* **Task to carry out**: Where a line below has the string "continue" in it, include it in the count, and give that count alone.

[Source records]
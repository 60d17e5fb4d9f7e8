import type { DatasetArrhenius, DatasetOptions, DatasetWarning, SeriesResult } from './dataset-analysis.ts';
import { KineticsError } from './numeric/kinetics-error.ts';
import { arrheniusFit } from './temperature/arrhenius-fit.ts';
import { eyringFit } from './temperature/eyring-fit.ts';
import { predictRateConstant } from './temperature/predict-rate-constant.ts';
import { q10FromActivationEnergy } from './temperature/q10.ts';
import type { IntegerOrder, Series } from './types.ts';
import { rateConstantUnit, SECONDS_PER_TIME_UNIT, tryParseTimeUnit } from './units.ts';

/**
 * The temperature part of `analyseDataset`: one reaction order for every temperature, each series'
 * k of that order, batches at one temperature pooled, the Arrhenius line with k at the storage
 * temperature, and the Eyring line (ΔH‡, ΔS‡ with intervals) through the same rate constants.
 *
 * Rules (see `analyseDataset`): the order is the analyst's when fixed; else, when no series named
 * an order and the study declares a working order, that working order (source 'study'); else the
 * integer order with the lowest AICc summed over the series. When no series named an order the
 * rate constants rest on a comparison the data could not decide, and a warning says so.
 * Eyring: `eyringFit` on the pooled k, converted to s⁻¹ from the series' time unit (H. Eyring,
 * J. Chem. Phys. 3 (1935) 107; ΔH‡ = Ea − R·T for a unimolecular reaction in solution).
 *
 * An attribute that increases (`direction: 'increasing'`: a degradation product, water): the
 * rate laws −dC/dt = k·Cⁿ describe a loss, so its k is negative and has no logarithm. The line is
 * then fitted to the zero-order formation rate k_f = dC/dt = −k₀ (value unit per time unit), the
 * rate a laboratory extrapolates for a degradant's growth (`rateSense` 'formation', order 0,
 * `orderSource` 'formation'). First- and second-order laws with k < 0 are exponential or
 * hyperbolic growth from the attribute's own level, which is no law of formation: an analyst's
 * fixed order 1 or 2 is refused with the reason, and the study's working order does not enter.
 * 'decreasing' and 'either' fit k itself, as before (docs/methods.md#arrhenius).
 *
 * Throws nothing: every failure is a reason in the result.
 *
 * Example: first-order series at 25, 40, 50, 60 °C give `order` 1, four points, Ea, and
 * `eyring.enthalpyOfActivation.estimate` ≈ Ea − R·T̄. A degradant rising 0.05, 0.091, 0.285
 * and 0.829 % per month at 25, 30, 40 and 50 °C gives `rateSense` 'formation', order 0,
 * Ea = 90 kJ/mol and k_f(25 °C) = 0.05 % per month.
 */

const ORDER_WORDS = ['zero', 'first', 'second'] as const;

function kineticsFailure<T>(compute: () => T): { value: T } | { error: KineticsError } {
  try {
    return { value: compute() };
  } catch (error) {
    if (error instanceof KineticsError) return { error };
    throw error;
  }
}

/** The order used across temperatures: the analyst's, else the lowest summed AICc. */
function commonOrder(results: readonly SeriesResult[], fixed: IntegerOrder | undefined, fromStudy: boolean) {
  const totals: [number | null, number | null, number | null] = [null, null, null];
  for (const result of results) {
    const aicc = result.analysis?.selection.aicc;
    if (!aicc || aicc.slice(0, 3).some((value) => value === null || value === undefined)) continue;
    for (const order of [0, 1, 2] as const) totals[order] = (totals[order] ?? 0) + (aicc[order] as number);
  }
  if (fixed !== undefined)
    return { order: fixed, source: fromStudy ? ('study' as const) : ('analyst' as const), totals };
  let best: IntegerOrder | null = null;
  for (const order of [0, 1, 2] as const) {
    const total = totals[order];
    if (total !== null && (best === null || total < (totals[best] as number))) best = order;
  }
  return { order: best, source: best === null ? null : ('data' as const), totals };
}

function poolTemperature(temperatureC: number, points: { id: string; k: number; se: number | null }[]) {
  const lnKs = points.map((point) => Math.log(point.k));
  if (points.length === 1) {
    const [point] = points as [(typeof points)[number]];
    return {
      temperatureC,
      k: point.k,
      kStandardError: point.se,
      lnK: lnKs[0] as number,
      seriesIds: [point.id],
      pooling: 'single-series' as const,
    };
  }
  const weighted = points.every((point) => point.se !== null && point.se > 0);
  const weights = points.map((point) => (weighted ? (point.k / (point.se as number)) ** 2 : 1));
  const totalWeight = weights.reduce((sum, weight) => sum + weight, 0);
  const lnK = lnKs.reduce((sum, value, index) => sum + (weights[index] as number) * value, 0) / totalWeight;
  const k = Math.exp(lnK);
  return {
    temperatureC,
    k,
    kStandardError: weighted ? k / Math.sqrt(totalWeight) : null,
    lnK,
    seriesIds: points.map((point) => point.id),
    pooling: weighted ? ('inverse-variance-mean-of-ln-k' as const) : ('mean-of-ln-k' as const),
  };
}

export function datasetArrhenius(
  results: readonly SeriesResult[],
  seriesList: readonly Series[],
  options: DatasetOptions,
  warnings: DatasetWarning[],
): DatasetArrhenius | null {
  const temperatures = new Set(
    results.flatMap((result) => (result.temperatureC === null ? [] : [result.temperatureC])),
  );
  if (temperatures.size < 2) return null;
  const named = new Set(
    results.flatMap((result) =>
      result.analysis?.selectedOrder == null || result.analysis.orderSource !== 'data'
        ? []
        : [result.analysis.selectedOrder],
    ),
  );
  const working = named.size === 0 && options.order === undefined ? options.workingOrder : undefined;
  const { order, source, totals } = commonOrder(
    results,
    options.order ?? working?.order,
    working !== undefined,
  );
  const first = seriesList[0];
  const base: DatasetArrhenius = {
    order,
    orderSource: source,
    rateSense: 'loss',
    aiccTotals: totals,
    kUnit: order === null || !first ? null : rateConstantUnit(order, first.valueUnit, first.timeUnit),
    rateConstants: [],
    excludedSeries: [],
    fit: null,
    eyring: null,
    q10: null,
    notApplicableReason: null,
    prediction: null,
  };
  if (options.direction === 'increasing')
    return formationArrhenius(base, results, seriesList, options, warnings);
  if (order === null) {
    base.notApplicableReason =
      'no common reaction order: no series had enough points to compare the orders; fix the order to fit Arrhenius';
    return base;
  }
  if (named.size === 0 && source !== 'analyst') {
    warnings.push({
      code: 'no-order-named',
      message:
        source === 'study'
          ? `No series named an order; the rate constants are of the study's working order (${ORDER_WORDS[order]} order: ${working?.reason ?? 'no reason given'}), not an order the data chose.`
          : `No series named an order; the rate constants are of ${ORDER_WORDS[order]} order only because it has the lowest summed AICc, which the data could not decide. Fix the order or declare the study's working order.`,
    });
  }
  if (source === 'data' && [...named].some((other) => other !== order)) {
    warnings.push({
      code: 'order-disagreement',
      message: `Series name different orders (${[...named].sort().join(', ')}); the Arrhenius fit uses ${ORDER_WORDS[order]} order, lowest in summed AICc.`,
    });
  }
  return fitAcrossTemperatures(base, results, seriesList, options, warnings);
}

/**
 * An increasing attribute: the zero-order formation rate −k₀ at every temperature, or the
 * refusal of an analyst's order 1 or 2 (their k < 0 describes growth from the attribute's own
 * level, not a formation rate).
 */
function formationArrhenius(
  base: DatasetArrhenius,
  results: readonly SeriesResult[],
  seriesList: readonly Series[],
  options: DatasetOptions,
  warnings: DatasetWarning[],
): DatasetArrhenius {
  const first = seriesList[0];
  const fixed = options.order;
  const order: IntegerOrder = fixed ?? 0;
  const formation: DatasetArrhenius = {
    ...base,
    order,
    orderSource: fixed === undefined ? 'formation' : 'analyst',
    rateSense: 'formation',
    kUnit: first ? rateConstantUnit(order, first.valueUnit, first.timeUnit) : null,
  };
  if (order !== 0) {
    formation.notApplicableReason = `the attribute increases, and the ${ORDER_WORDS[order]}-order law describes a loss (−dC/dt = k·C${order === 1 ? '' : '²'}), so its k is no formation rate; the Arrhenius fit of an increasing attribute uses the zero-order formation rate dC/dt: leave the order free or fix zero order`;
    return formation;
  }
  return fitAcrossTemperatures(formation, results, seriesList, options, warnings);
}

/** Each series' rate of the chosen order, pooled per temperature, the line and its prediction. */
function fitAcrossTemperatures(
  base: DatasetArrhenius,
  results: readonly SeriesResult[],
  seriesList: readonly Series[],
  options: DatasetOptions,
  warnings: DatasetWarning[],
): DatasetArrhenius {
  const order = base.order as IntegerOrder;
  const formation = base.rateSense === 'formation';
  const byTemperature = new Map<number, { id: string; k: number; se: number | null }[]>();
  for (const result of results) {
    if (result.temperatureC === null) {
      base.excludedSeries.push({ id: result.id, reason: 'no temperature given' });
      continue;
    }
    const model = result.analysis?.models.find((candidate) => candidate.order === order);
    if (!result.analysis || !model) {
      base.excludedSeries.push({ id: result.id, reason: result.error?.message ?? 'not analysed' });
    } else if (model.k === null || !model.applicable) {
      base.excludedSeries.push({
        id: result.id,
        reason: `the ${ORDER_WORDS[order]}-order law could not be fitted: ${model.reason ?? 'no k'}`,
      });
    } else if (formation && !(-model.k > 0)) {
      base.excludedSeries.push({
        id: result.id,
        reason: `the formation rate dC/dt = ${(-model.k).toPrecision(3)} is not positive (no measurable increase), so its logarithm does not exist`,
      });
    } else if (!formation && !(model.k > 0)) {
      base.excludedSeries.push({
        id: result.id,
        reason: `k = ${model.k.toPrecision(3)} is not positive (no measurable loss), so ln k does not exist`,
      });
    } else {
      const list = byTemperature.get(result.temperatureC) ?? [];
      // The formation rate of an increasing attribute is −k₀; its standard error is k₀'s.
      list.push({ id: result.id, k: formation ? -model.k : model.k, se: model.kStandardError });
      byTemperature.set(result.temperatureC, list);
    }
  }
  base.rateConstants = [...byTemperature]
    .sort(([a], [b]) => a - b)
    .map(([temperatureC, points]) => poolTemperature(temperatureC, points));
  if (base.rateConstants.length < 2) {
    base.notApplicableReason = `rate constants at ${base.rateConstants.length} temperature(s) only; an Arrhenius line needs at least 2`;
    return base;
  }
  const fitted = kineticsFailure(() =>
    arrheniusFit(
      base.rateConstants.map((point) => ({
        temperatureC: point.temperatureC,
        rateConstant: point.k,
        ...(point.kStandardError === null ? {} : { rateConstantStandardError: point.kStandardError }),
      })),
      { weighting: options.arrheniusWeighting ?? 'unweighted', confidence: options.confidenceLevel ?? 0.95 },
    ),
  );
  if ('error' in fitted) {
    base.notApplicableReason = fitted.error.message;
    return base;
  }
  base.fit = fitted.value;
  base.eyring = eyringOf(base, seriesList, options);
  base.q10 = q10Of(fitted.value, options.storageTemperatureC);
  if (options.storageTemperatureC !== undefined) {
    const storage = options.storageTemperatureC;
    const predicted = kineticsFailure(() => predictRateConstant(fitted.value, storage));
    if ('error' in predicted) {
      base.notApplicableReason = `k at ${storage} °C: ${predicted.error.message}`;
      return base;
    }
    const prediction = predicted.value;
    // A monotone decreasing function of k: the interval ends of k swap (docs/methods.md#arrhenius).
    const interval = prediction.confidenceInterval;
    const derived = (constant: number) => ({
      estimate: constant / prediction.rateConstant,
      ci: interval === null ? null : ([constant / interval[1], constant / interval[0]] as [number, number]),
    });
    base.prediction = {
      ...prediction,
      t90: order === 1 ? derived(Math.log(10 / 9)) : null,
      halfLife: order === 1 ? derived(Math.LN2) : null,
      derivedReason: formation
        ? 'a formation rate (the attribute increases): t90 and half-life do not apply; at this temperature the level grows by the rate times the storage time'
        : order === 1
          ? null
          : `for ${ORDER_WORDS[order]} order, t90 and half-life depend on the initial value; see each series`,
    };
    if (prediction.extrapolation !== null) {
      const [low, high] = fitted.value.temperatureRangeC;
      warnings.push({
        code: 'arrhenius-extrapolation',
        message: `${formation ? 'The formation rate' : 'k'} at ${storage} °C is extrapolated outside the fitted ${low}–${high} °C; the straight Arrhenius line is an assumption there.`,
      });
    }
  }
  return base;
}

/** The Eyring fit through the pooled rate constants, or why there is none. */
function eyringOf(
  arrhenius: DatasetArrhenius,
  seriesList: readonly Series[],
  options: DatasetOptions,
): DatasetArrhenius['eyring'] {
  const timeUnit = tryParseTimeUnit(seriesList[0]?.timeUnit ?? '');
  if (timeUnit === null || seriesList.some((series) => tryParseTimeUnit(series.timeUnit) !== timeUnit)) {
    return {
      fit: null,
      notApplicableReason:
        'the time unit is not one of s, min, h, d, week, month, year for every series, so k cannot be converted to s⁻¹',
    };
  }
  const fitted = kineticsFailure(() =>
    eyringFit(
      arrhenius.rateConstants.map((point) => ({
        temperatureC: point.temperatureC,
        rateConstant: point.k,
        ...(point.kStandardError === null ? {} : { rateConstantStandardError: point.kStandardError }),
      })),
      {
        secondsPerTimeUnit: SECONDS_PER_TIME_UNIT[timeUnit],
        weighting: options.arrheniusWeighting ?? 'unweighted',
        confidence: options.confidenceLevel ?? 0.95,
      },
    ),
  );
  return 'error' in fitted
    ? { fit: null, notApplicableReason: fitted.error.message }
    : { fit: fitted.value, notApplicableReason: null };
}

/**
 * Q10 over θ → θ + 10 °C implied by the Arrhenius activation energy:
 * ln Q10 = (Ea/R)·(1/T₁ − 1/T₂) with T₂ = T₁ + 10 K (van 't Hoff 1884). θ is the storage
 * temperature when one is stated, else the lowest tested temperature. Q10 increases with Ea, so
 * its interval is the Q10 of each end of Ea's interval. A screen only: Q10 drifts with temperature.
 *
 * Example: Ea = 83.144 kJ/mol from 25 °C gives Q10 = 2.97.
 */
function q10Of(
  fit: NonNullable<DatasetArrhenius['fit']>,
  storageTemperatureC: number | undefined,
): DatasetArrhenius['q10'] {
  const fromC = storageTemperatureC ?? fit.temperatureRangeC[0];
  const result = kineticsFailure(() => ({
    estimate: q10FromActivationEnergy(fit.activationEnergy, fromC),
    interval:
      fit.activationEnergyInterval === null
        ? null
        : ([
            q10FromActivationEnergy(fit.activationEnergyInterval[0], fromC),
            q10FromActivationEnergy(fit.activationEnergyInterval[1], fromC),
          ] as [number, number]),
  }));
  return 'error' in result ? null : { fromC, toC: fromC + 10, ...result.value };
}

* **Response to the exercise**: 2